◆ **What you have to do**
Copy out all lines of the material below in which "EstimateCardProps" occurs.
****
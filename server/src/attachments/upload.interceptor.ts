import {
  BadRequestException,
  CallHandler,
  ExecutionContext,
  Injectable,
  NestInterceptor,
  PayloadTooLargeException,
} from '@nestjs/common';
import type { Request, Response } from 'express';
import multer from 'multer';
import { from, switchMap, type Observable } from 'rxjs';
import { MAX_UPLOAD_BYTES } from './file-check.util.js';

const MB = MAX_UPLOAD_BYTES / (1024 * 1024);

// Kept in memory (at most 20 MB) so the content is checked before anything touches the disk.
const single = multer({
  storage: multer.memoryStorage(),
  limits: { fileSize: MAX_UPLOAD_BYTES, files: 1, fields: 10, fieldSize: 1024, parts: 12 },
  defParamCharset: 'utf8',
}).single('file');

/** Turns multer's errors into the API's error body, naming the field. */
export function uploadError(e: unknown): Error {
  if (e instanceof multer.MulterError) {
    switch (e.code) {
      case 'LIMIT_FILE_SIZE':
        return new PayloadTooLargeException({
          message: `The file is larger than the ${MB} MB limit per file; it was not stored`,
          errors: [{ field: 'file', message: `larger than ${MB} MB` }],
        });
      case 'LIMIT_UNEXPECTED_FILE':
      case 'LIMIT_FILE_COUNT':
        return new BadRequestException({
          message: 'Send one file per upload, in the form field named file',
          errors: [{ field: e.field ?? 'file', message: 'unexpected file' }],
        });
      default:
        return new BadRequestException({ message: `The upload was refused: ${e.message}`, errors: [{ field: e.field ?? 'file', message: e.message }] });
    }
  }
  return new BadRequestException({ message: 'The upload is not a readable multipart/form-data request', errors: [{ field: 'file', message: 'unreadable upload' }] });
}

@Injectable()
export class UploadInterceptor implements NestInterceptor {
  intercept(context: ExecutionContext, next: CallHandler): Observable<unknown> {
    const http = context.switchToHttp();
    const req = http.getRequest<Request>();
    const res = http.getResponse<Response>();
    const parsed = new Promise<void>((resolve, reject) => single(req, res, (err?: unknown) => (err ? reject(uploadError(err)) : resolve())));
    return from(parsed).pipe(switchMap(() => next.handle()));
  }
}
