function plural(n: number, one: string, many = `${one}s`): string {
  return `${n} ${n === 1 ? one : many}`;
}

function resolveCalibration(source: CalibrationSource | undefined, cell: CalibrationCell): Calibration | undefined {
  const cal = typeof source === 'function' ? source(cell) : source;
  if (!cal) return undefined;
  if (!(cal.multiplier > 0) || !Number.isFinite(cal.multiplier)) {
    throw new EstimateInputError('calibration.multiplier', 'must be a finite number > 0');
  }
  if (cal.band && !(cal.band.lowFactor > 0 && cal.band.highFactor >= cal.band.lowFactor && Number.isFinite(cal.band.highFactor))) {
    throw new EstimateInputError('calibration.band', 'needs 0 < lowFactor ≤ highFactor');
  }
  return cal;
}

function visitPurpose(procedure: Procedure, index: number, count: number): string {
  const canalWork = procedure === 'initial' || procedure === 'retreatment';
  if (canalWork) {
    const opening =
      procedure === 'retreatment' ? 'Removal of the earlier root filling, cleaning and shaping' : 'Access, cleaning and shaping';
    if (count === 1) return `${opening}, root canal filling`;
    if (index === 1) return `${opening}; calcium hydroxide dressing`;
    if (index === count) return 'Root canal filling (obturation)';
    return 'Shaping continued; dressing renewed';
  }
  const name =
    procedure === 'surgery'
      ? 'Apical surgery'
      : procedure === 'consult'
        ? 'Consultation and examination'
        : 'Emergency care: pain relief and canal debridement';
  return count === 1 ? name : `${name}, part ${index} of ${count}`;
}

function trayItem(t: TrayTemplateItem): TrayItem {
  const item: TrayItem = { label: t.label };
  if (t.size !== undefined) {
    item.size = t.size;
    const colour = isoColour(t.size);
    if (colour) item.colour = colour;
  }
  if (t.taper !== undefined) item.taper = t.taper;
  return item;
}

function trayList(
  table: EstimateTable,
  procedure: Procedure,
  level: Level,
  curved: boolean,
  visits: number,
): TrayItem[] {
  const t = table.tray;
  const parts: TrayTemplateItem[] = [...t.byProcedure[procedure]];
  if (t.canalProcedures.includes(procedure)) {
    parts.push(...t.glidePath, ...t.coronalFlaring, ...t.shaping[level]);
    // Curved or high cases get heat-treated, more flexible files for the apical third.
    if (curved || level === 'high') parts.push(...t.flexibleApical);
    if (visits > 1) parts.push(...t.betweenVisits);
  }
  const seen = new Set<string>();
  const out: TrayItem[] = [];
  for (const p of parts) {
    const key = `${p.label}|${p.size ?? ''}|${p.taper ?? ''}`;
    if (seen.has(key)) continue;
    seen.add(key);
    out.push(trayItem(p));
  }
  return out;
}

/**
 * Difficulty and chair-time estimate for one tooth (design/estimator.md).
 *
 * Work = base(procedure, group, canals) × tier multiplier + add-ons. A splittable (nonsurgical)
 * plan is split into as few visits as the longest-visit limit and the two-visit rules allow — past
 * two if even two would be too long; other procedures are one sitting, with a note when long. The
 * calibration multiplier (if any) scales the planned minutes; the total is rounded up to the booking
 * grid and shared out in whole grid steps, earlier visits taking any odd step (shaping runs longer).
 *
 * totalMinutes is the sum of the visits' chair time. Turnover is NOT in it: each visit reports its own
 * turnoverMinutes (the chair is blocked, the operator is free), so the breakdown lines — base, extra
 * canals, tier, each add-on, split, calibration, rounding — add up exactly to totalMinutes. Lines are
 * whole minutes rounded on the running total, so rounding never leaks between lines.
 */
export function estimate(
  input: EstimateInput,
  table: EstimateTable = DEFAULT_ESTIMATE_TABLE,
  calibration?: CalibrationSource,
): EstimateResult {
  checkTable(table);
  if (!input || typeof input !== 'object') throw new EstimateInputError('body', 'must be an object');
  const procedure = input.procedure;
  if (!(PROCEDURES as readonly unknown[]).includes(procedure)) {
    throw new EstimateInputError('procedure', `must be one of ${PROCEDURES.join(', ')}`);
  }
  const tooth: FdiTooth = parseFdi(input.toothFdi, 'tooth');
  const group = toothGroup(tooth);

  let canals: number;
  const canalsAssumed = input.canals === undefined || input.canals === null;
  if (canalsAssumed) {
    canals = usualCanals(tooth);
  } else {
    canals = input.canals as number;
    if (typeof canals !== 'number' || !Number.isInteger(canals) || canals < 1 || canals > MAX_CANALS) {
      throw new EstimateInputError('canals', `must be a whole number from 1 to ${MAX_CANALS}`);
    }
  }

  const assessment = checkAssessment(input.assessment);
  const facts = checkFacts(input.facts);
  if ((facts.calcifiedCanals ?? 0) > canals) {
    throw new EstimateInputError('facts.calcifiedCanals', `is more than the ${canals} canals of the case`);
  }
  const resolved = resolveAssessment(tooth, procedure, assessment, facts, table);
  const levels = resolved.levels;
  const difficulty = combine(levels);
  const level = difficulty.level;

  // ---- work (exact minutes, possibly fractional) ------------------------------------------------
  const lines: { label: string; exact: number }[] = [];
  const add = (label: string, exact: number) => lines.push({ label, exact });

  let base: number;
  let baseLabel: string;
  switch (procedure) {
    case 'initial':
    case 'retreatment':
      base = table.base.initial[group];
      baseLabel = `Base: ${PROCEDURE_NAMES[procedure]}, ${group} tooth, up to ${plural(table.canalsIncluded[group], 'canal')}`;
      break;
    case 'surgery':
      base = table.base.surgery[group];
      baseLabel = `Base: apical surgery, ${group} tooth`;
      break;
    case 'consult':
      base = table.base.consult;
      baseLabel = 'Base: consultation';
      break;
    default:
      base = table.base.emergency;
      baseLabel = 'Base: emergency visit';
  }
  add(baseLabel, base);

  let scaled = base;
  const extraCanals = table.extraCanalProcedures.includes(procedure)
    ? Math.max(0, canals - table.canalsIncluded[group])
    : 0;
  if (extraCanals > 0) {
    const m = extraCanals * table.extraCanalMinutes;
    add(`${plural(extraCanals, 'canal')} beyond the base (+${table.extraCanalMinutes} each)`, m);
    scaled += m;
  }
  if (table.tierProcedures.includes(procedure)) {
    const mult = table.tierMultiplier[level];
    add(`Difficulty ${level}: ${formatFactor(mult)}`, scaled * (mult - 1));
  }

  const a = table.addOns;
  if (procedure === 'retreatment') add('Removal of the earlier root filling', a.retreatmentRemovalMinutes);
  // Visibility rated high means at least one calcified canal even without a count.
  const calcified = Math.min(
    canals,
    Math.max(facts.calcifiedCanals ?? 0, levels.canalVisibility === 'high' ? 1 : 0),
  );
  if (a.canalProcedures.includes(procedure)) {
    if (calcified > 0) {
      const m = Math.min(calcified * a.calcifiedCanalMinutes, a.calcifiedCanalMaxMinutes);
      add(`${plural(calcified, 'calcified canal')} (+${a.calcifiedCanalMinutes} each, at most +${a.calcifiedCanalMaxMinutes})`, m);
    }
    if ((facts.complications?.length ?? 0) > 0) {
      const names = facts.complications!.map((c) => c.replace('-', ' ')).join(', ');
      add(`Complication from an earlier attempt: ${names}`, a.complicationMinutes);
    }
    if (levels.canalMorphology === 'high') add('Severe curvature (over 30° or S-shaped)', a.severeCurvatureMinutes);
  }
  if (a.patientProcedures.includes(procedure)) {
    if (levels.mouthOpening !== 'low') add('Limited mouth opening', a.limitedOpeningMinutes);
    const anxious = levels.disposition !== 'low';
    const complex = levels.medicalHistory === 'high';
    if (anxious || complex) {
      const who = anxious && complex ? 'Anxious and medically complex patient' : anxious ? 'Anxious or uncooperative patient' : 'Medically complex patient';
      add(who, a.patientManagementMinutes);
    }
  }
  const work = lines.reduce((s, l) => s + l.exact, 0);

  // ---- visits -----------------------------------------------------------------------------------
  const splittable = table.twoVisit.splittableProcedures.includes(procedure);
  const splitReasons: string[] = [];
  if (splittable) {
    if (table.twoVisit.procedures.includes(procedure)) splitReasons.push(`${PROCEDURE_NAMES[procedure]} rule`);
    if (table.twoVisit.levels.includes(level)) splitReasons.push(`${level} difficulty rule`);
    if (
      table.twoVisit.acuteAbscessProcedures.includes(procedure) &&
      (facts.acuteAbscess === true || levels.emergency === 'high')
    ) {
      splitReasons.push('acute abscess or swelling');
    }
  }
  const minVisits = splitReasons.length > 0 ? 2 : 1;
  const notes: string[] = [];

  const cell: CalibrationCell = { procedure, toothGroup: group, level };
  const cal = resolveCalibration(calibration, cell);
  const multiplier = cal?.multiplier ?? 1;
  const grid = table.gridMinutes;
  const capUnits = Math.floor(table.longestVisitMinutes / grid + EPS);
  const setup = table.twoVisit.addedVisitSetupMinutes;

  if (splittable && setup * multiplier >= capUnits * grid) {
    // Each added visit would eat a whole visit's length: no split can ever fit.
    throw new EstimateInputError('plan', 'the set-up per added visit (after calibration) fills a whole visit');
  }
  let visitCount = minVisits;
  let units = 0;
  for (;;) {
    const planned = (work + (visitCount - 1) * setup) * multiplier;
    // Every visit gets at least one grid step.
    units = Math.max(visitCount, Math.ceil(planned / grid - EPS));
    if (Math.ceil(units / visitCount) <= capUnits) break;
    if (!splittable) {
      notes.push(
        `${visitPurpose(procedure, 1, 1)} is booked in one sitting of ${units * grid} min, longer than the ${table.longestVisitMinutes}-minute longest visit`,
      );
      break;
    }
    visitCount += 1;
    if (visitCount > MAX_VISITS) {
      throw new EstimateInputError('plan', `needs more than ${MAX_VISITS} visits; check the input and the calibration`);
    }
  }
  if (visitCount > 1) {
    // Name the length as a reason too when one sitting would be too long, even if a rule split first.
    if (Math.ceil((work * multiplier) / grid - EPS) > capUnits) {
      splitReasons.push(`longer than the ${table.longestVisitMinutes}-minute longest visit`);
    }
    add(
      `Split into ${visitCount} visits (${splitReasons.join('; ')})${setup > 0 ? `, +${setup} set-up per added visit` : ''}`,
      (visitCount - 1) * setup,
    );
  }
  if (cal) {
    const planned = work + (visitCount - 1) * setup;
    add(`Calibration from completed visits: ${formatFactor(multiplier)}`, planned * (multiplier - 1));
  }
  const totalMinutes = units * grid;

  // Whole minutes on the running total, then one rounding line closes the gap to the grid total.
  const breakdown: BreakdownLine[] = [];
  let running = 0;
  let shown = 0;
  for (const l of lines) {
    running += l.exact;
    const upTo = Math.round(running + EPS);
    breakdown.push({ label: l.label, minutes: upTo - shown });
    shown = upTo;
  }
  if (totalMinutes !== shown) {
    breakdown.push({ label: `Rounded up to the ${grid}-minute booking grid`, minutes: totalMinutes - shown });
  }

  const needsMicroscope =
    !table.microscope.exemptProcedures.includes(procedure) &&
    (table.microscope.levels.includes(level) ||
      table.microscope.procedures.includes(procedure) ||
      (table.microscope.calcifiedCanals && calcified > 0) ||
      (table.microscope.maxillaryMolars && isMaxillaryMolar(tooth)));

  const perVisit = Math.floor(units / visitCount);
  const extra = units % visitCount;
  const visits: EstimateVisit[] = [];
  for (let i = 1; i <= visitCount; i++) {
    const v: EstimateVisit = {
      index: i,
      minutes: (perVisit + (i <= extra ? 1 : 0)) * grid,
      turnoverMinutes: table.turnoverMinutes,
      needsMicroscope,
      purpose: visitPurpose(procedure, i, visitCount),
    };
    if (i > 1) {
      v.earliestDaysAfterPrevious = table.interval.minDays;
      v.latestDaysAfterPrevious = table.interval.maxDays;
    }
    visits.push(v);
  }

  const result: EstimateResult = {
    level,
    levelReasons: difficulty.levelReasons,
    cbctSuggested: difficulty.cbctSuggested,
    assessment: levels,
    toothFdi: tooth.fdi,
    toothGroup: group,
    canals,
    canalsAssumed,
    visits,
    totalMinutes,
    breakdown,
    tableVersion: table.version,
    trayList: trayList(table, procedure, level, levels.canalMorphology !== 'low', visitCount),
    recallMonths: table.recall.procedures.includes(procedure) ? [...table.recall.months] : [],
    notes,
  };
  if (cal?.band) {
    result.band = {
      low: floorToGrid(totalMinutes * cal.band.lowFactor, grid),
      high: ceilToGrid(totalMinutes * cal.band.highFactor, grid),
    };
  }
  return result;
}
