import { Alert, Badge, Card, Group, List, Loader, Stack, Table, Text, Title, Tooltip } from '@mantine/core';
import type { CaseOverride, EstimateResult, FactorDefinition, TrayItem } from '@ostium/shared';
import { IconAlertTriangle, IconCheck, IconMicroscope, IconScan } from '@tabler/icons-react';
import type { ReactNode } from 'react';
import { DifficultyBadge } from '../../../components/difficulty-badge';
import { breakdownSum, formatMinutes, ISO_SWATCH } from '../case-sheet.util';

export const CAUTION =
  'This plans chair time; it is not a diagnosis. Clinical decisions rest with the treating clinician, under local regulations and licensed practice.';

export interface EstimateCardProps {
  result: EstimateResult;
  factors: FactorDefinition[];
  /** The minutes booking will use when they differ from the estimate (an endodontist's adjustment). */
  booked?: { minutesPerVisit: number[]; reason: string; saved?: Pick<CaseOverride, 'byName' | 'at'> } | null;
  /** The inputs changed and a new estimate is on its way. */
  updating?: boolean;
  /** A tooth name for the canal assumption, e.g. "lower left first molar". */
  toothName: string;
  /** The adjust control (endodontists only). */
  adjust?: ReactNode;
}

const dayRange = (a?: number, b?: number) => (a === undefined ? '—' : b === undefined || b === a ? `${a} days` : `${a}–${b} days`);

/** The level with its reasons, the visit plan with minutes, the breakdown, the band and the tray list. */
export function EstimateCard({ result, factors, booked, updating, toothName, adjust }: EstimateCardProps) {
  const label = (k: string) => factors.find((f) => f.key === k)?.label ?? k;
  const sum = breakdownSum(result.breakdown);
  const bookedTotal = booked ? booked.minutesPerVisit.reduce((s, m) => s + m, 0) : null;
  const visitMismatch = booked && booked.minutesPerVisit.length !== result.visits.length;

  return (
    <Card component="section" aria-label="Chair-time estimate" aria-busy={updating || undefined}>
      <Stack gap="md">
        <Group justify="space-between" align="flex-start">
          <Stack gap={4}>
            <Title order={3} fz="lg">
              Chair-time estimate
            </Title>
            <Text fz="xs" c="dimmed">
              Estimate table version {result.tableVersion}
            </Text>
          </Stack>
          {updating && (
            <Group gap={6} aria-live="polite">
              <Loader size="xs" />
              <Text fz="xs" c="dimmed">
                Updating…
              </Text>
            </Group>
          )}
        </Group>

        <div aria-label="Difficulty level" role="group">
          <Group gap="sm" align="center">
            <Text fw={600} fz="sm">
              Difficulty
            </Text>
            <DifficultyBadge level={result.level} size="md" />
          </Group>
          <Text fz="sm" mt={4} data-testid="level-reasons">
            {result.levelReasons.length ? (
              <>
                Set by: {result.levelReasons.map(label).join(', ')}
              </>
            ) : (
              'Every factor is low.'
            )}
          </Text>
          {result.cbctSuggested && (
            <Alert mt="xs" variant="light" color="amber" icon={<IconScan size={18} />} p="xs">
              <Text fz="sm">Consider a cone-beam CT: {result.level} cases are flagged for a three-dimensional view before treatment.</Text>
            </Alert>
          )}
        </div>

        <div>
          <Group justify="space-between" mb={4}>
            <Title order={4} fz="sm">
              Visit plan
            </Title>
            {adjust}
          </Group>
          <Table aria-label="Visits">
            <Table.Thead>
              <Table.Tr>
                <Table.Th w={44}>Visit</Table.Th>
                <Table.Th>Purpose</Table.Th>
                <Table.Th ta="right" w={78}>
                  Estimate
                </Table.Th>
                {booked && (
                  <Table.Th ta="right" w={78}>
                    Booked
                  </Table.Th>
                )}
                <Table.Th w={40}>
                  <Tooltip label="Microscope">
                    <IconMicroscope size={16} aria-label="Microscope" />
                  </Tooltip>
                </Table.Th>
              </Table.Tr>
            </Table.Thead>
            <Table.Tbody>
              {result.visits.map((v, i) => (
                <Table.Tr key={v.index}>
                  <Table.Td>{v.index}</Table.Td>
                  <Table.Td>
                    <Text fz="sm">{v.purpose}</Text>
                    <Text fz="xs" c="dimmed">
                      {i > 0 && `${dayRange(v.earliestDaysAfterPrevious, v.latestDaysAfterPrevious)} after visit ${i} · `}then {v.turnoverMinutes} min turnover
                    </Text>
                  </Table.Td>
                  <Table.Td ta="right" fw={600} style={{ whiteSpace: 'nowrap' }}>
                    {v.minutes} min
                  </Table.Td>
                  {booked && (
                    <Table.Td ta="right" fw={700} c="lagoon.9" style={{ whiteSpace: 'nowrap' }}>
                      {booked.minutesPerVisit[i] !== undefined ? `${booked.minutesPerVisit[i]} min` : '—'}
                    </Table.Td>
                  )}
                  <Table.Td>
                    {v.needsMicroscope ? (
                      <Tooltip label="Microscope needed">
                        <IconMicroscope size={18} color="var(--mantine-color-lagoon-8)" aria-label="Microscope needed" role="img" />
                      </Tooltip>
                    ) : (
                      <Text fz="sm" c="dimmed" aria-label="No microscope">
                        —
                      </Text>
                    )}
                  </Table.Td>
                </Table.Tr>
              ))}
            </Table.Tbody>
            <Table.Tfoot>
              <Table.Tr>
                <Table.Th colSpan={2}>Total chair time</Table.Th>
                <Table.Th ta="right" data-testid="total-minutes" style={{ whiteSpace: 'nowrap' }}>
                  {result.totalMinutes} min
                </Table.Th>
                {booked && (
                  <Table.Th ta="right" c="lagoon.9" data-testid="booked-total" style={{ whiteSpace: 'nowrap' }}>
                    {bookedTotal} min
                  </Table.Th>
                )}
                <Table.Th />
              </Table.Tr>
            </Table.Tfoot>
          </Table>
          <Text fz="xs" c="dimmed" mt={4}>
            {formatMinutes(result.totalMinutes)} in {result.visits.length} visit{result.visits.length === 1 ? '' : 's'}; turnover is not included (chair blocked, endodontist free).
          </Text>
          {booked && (
            <Text fz="xs" mt={4}>
              Booked differs from the estimate: “{booked.reason}”
              {booked.saved ? ` — ${booked.saved.byName}, ${new Date(booked.saved.at).toLocaleString([], { dateStyle: 'medium', timeStyle: 'short' })}` : ' (not saved yet)'}
            </Text>
          )}
          {visitMismatch && (
            <Alert mt="xs" color="amber" variant="light" icon={<IconAlertTriangle size={16} />} p="xs">
              The plan now has {result.visits.length} visit{result.visits.length === 1 ? '' : 's'}; the adjustment was made for {booked!.minutesPerVisit.length}. Review it.
            </Alert>
          )}
          {result.band && (
            <Text fz="sm" mt="xs">
              Likely range (80 % of similar cases): {result.band.low}–{result.band.high} min
            </Text>
          )}
          {result.canalsAssumed && (
            <Text fz="sm" mt="xs" c="amber.9">
              {result.canals} canal{result.canals === 1 ? '' : 's'} assumed, the usual count for a {toothName}; confirm it on the radiograph.
            </Text>
          )}
          {result.recallMonths.length > 0 && (
            <Text fz="sm" mt="xs" c="dimmed">
              Recall reviews {result.recallMonths.join(' and ')} months after completion.
            </Text>
          )}
          {result.notes.map((n) => (
            <Alert key={n} mt="xs" color="amber" variant="light" p="xs" icon={<IconAlertTriangle size={16} />}>
              {n}
            </Alert>
          ))}
        </div>

        <div>
          <Title order={4} fz="sm" mb={4}>
            Where the minutes come from
          </Title>
          <Table aria-label="Breakdown">
            <Table.Tbody>
              {result.breakdown.map((l, i) => (
                <Table.Tr key={i}>
                  <Table.Td fz="sm">{l.label}</Table.Td>
                  <Table.Td ta="right" fz="sm" w={90} style={{ whiteSpace: 'nowrap' }}>
                    {i > 0 && l.minutes >= 0 ? '+' : ''}
                    {l.minutes} min
                  </Table.Td>
                </Table.Tr>
              ))}
            </Table.Tbody>
            <Table.Tfoot>
              <Table.Tr>
                <Table.Th>
                  <Group gap={4}>
                    Sum of the lines
                    {sum === result.totalMinutes ? (
                      <Tooltip label="Equals the total chair time">
                        <IconCheck size={14} color="var(--mantine-color-lagoon-7)" aria-label="equals the total" />
                      </Tooltip>
                    ) : (
                      <Badge color="red" size="xs">
                        differs from the total {result.totalMinutes} min
                      </Badge>
                    )}
                  </Group>
                </Table.Th>
                <Table.Th ta="right" data-testid="breakdown-sum" style={{ whiteSpace: 'nowrap' }}>
                  {sum} min
                </Table.Th>
              </Table.Tr>
            </Table.Tfoot>
          </Table>
        </div>

        {result.trayList.length > 0 && (
          <div>
            <Title order={4} fz="sm" mb={4}>
              Tray list
            </Title>
            <List spacing={2} size="sm" listStyleType="none" aria-label="Tray list">
              {result.trayList.map((t, i) => (
                <List.Item key={i}>
                  <TrayLine item={t} />
                </List.Item>
              ))}
            </List>
          </div>
        )}

        <Alert color="stone" variant="light" p="sm">
          <Text fz="sm">{CAUTION}</Text>
        </Alert>
      </Stack>
    </Card>
  );
}

function TrayLine({ item }: { item: TrayItem }) {
  const size = item.size !== undefined ? String(item.size).padStart(2, '0') : null;
  return (
    <Group gap={8} wrap="nowrap">
      {size ? (
        <Group gap={4} wrap="nowrap" w={84}>
          <span
            aria-hidden="true"
            data-colour={item.colour}
            style={{
              display: 'inline-block',
              width: 12,
              height: 12,
              borderRadius: 3,
              border: '1px solid var(--mantine-color-stone-5)',
              background: item.colour ? (ISO_SWATCH[item.colour] ?? 'transparent') : 'transparent',
            }}
          />
          <Text fz="sm" fw={700} ff="monospace">
            {size}
          </Text>
          {item.taper !== undefined && (
            <Text fz="xs" c="dimmed" ff="monospace">
              .{String(Math.round(item.taper * 100)).padStart(2, '0')}
            </Text>
          )}
        </Group>
      ) : (
        <span style={{ width: 84, flex: 'none' }} />
      )}
      <Text fz="sm">
        {item.label}
        {item.colour && (
          <Text span fz="xs" c="dimmed">
            {' '}
            ({item.colour})
          </Text>
        )}
      </Text>
    </Group>
  );
}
****
◆ **Solution below**
export interface EstimateCardProps {
export function EstimateCard({ result, factors, booked, updating, toothName, adjust }: EstimateCardProps) {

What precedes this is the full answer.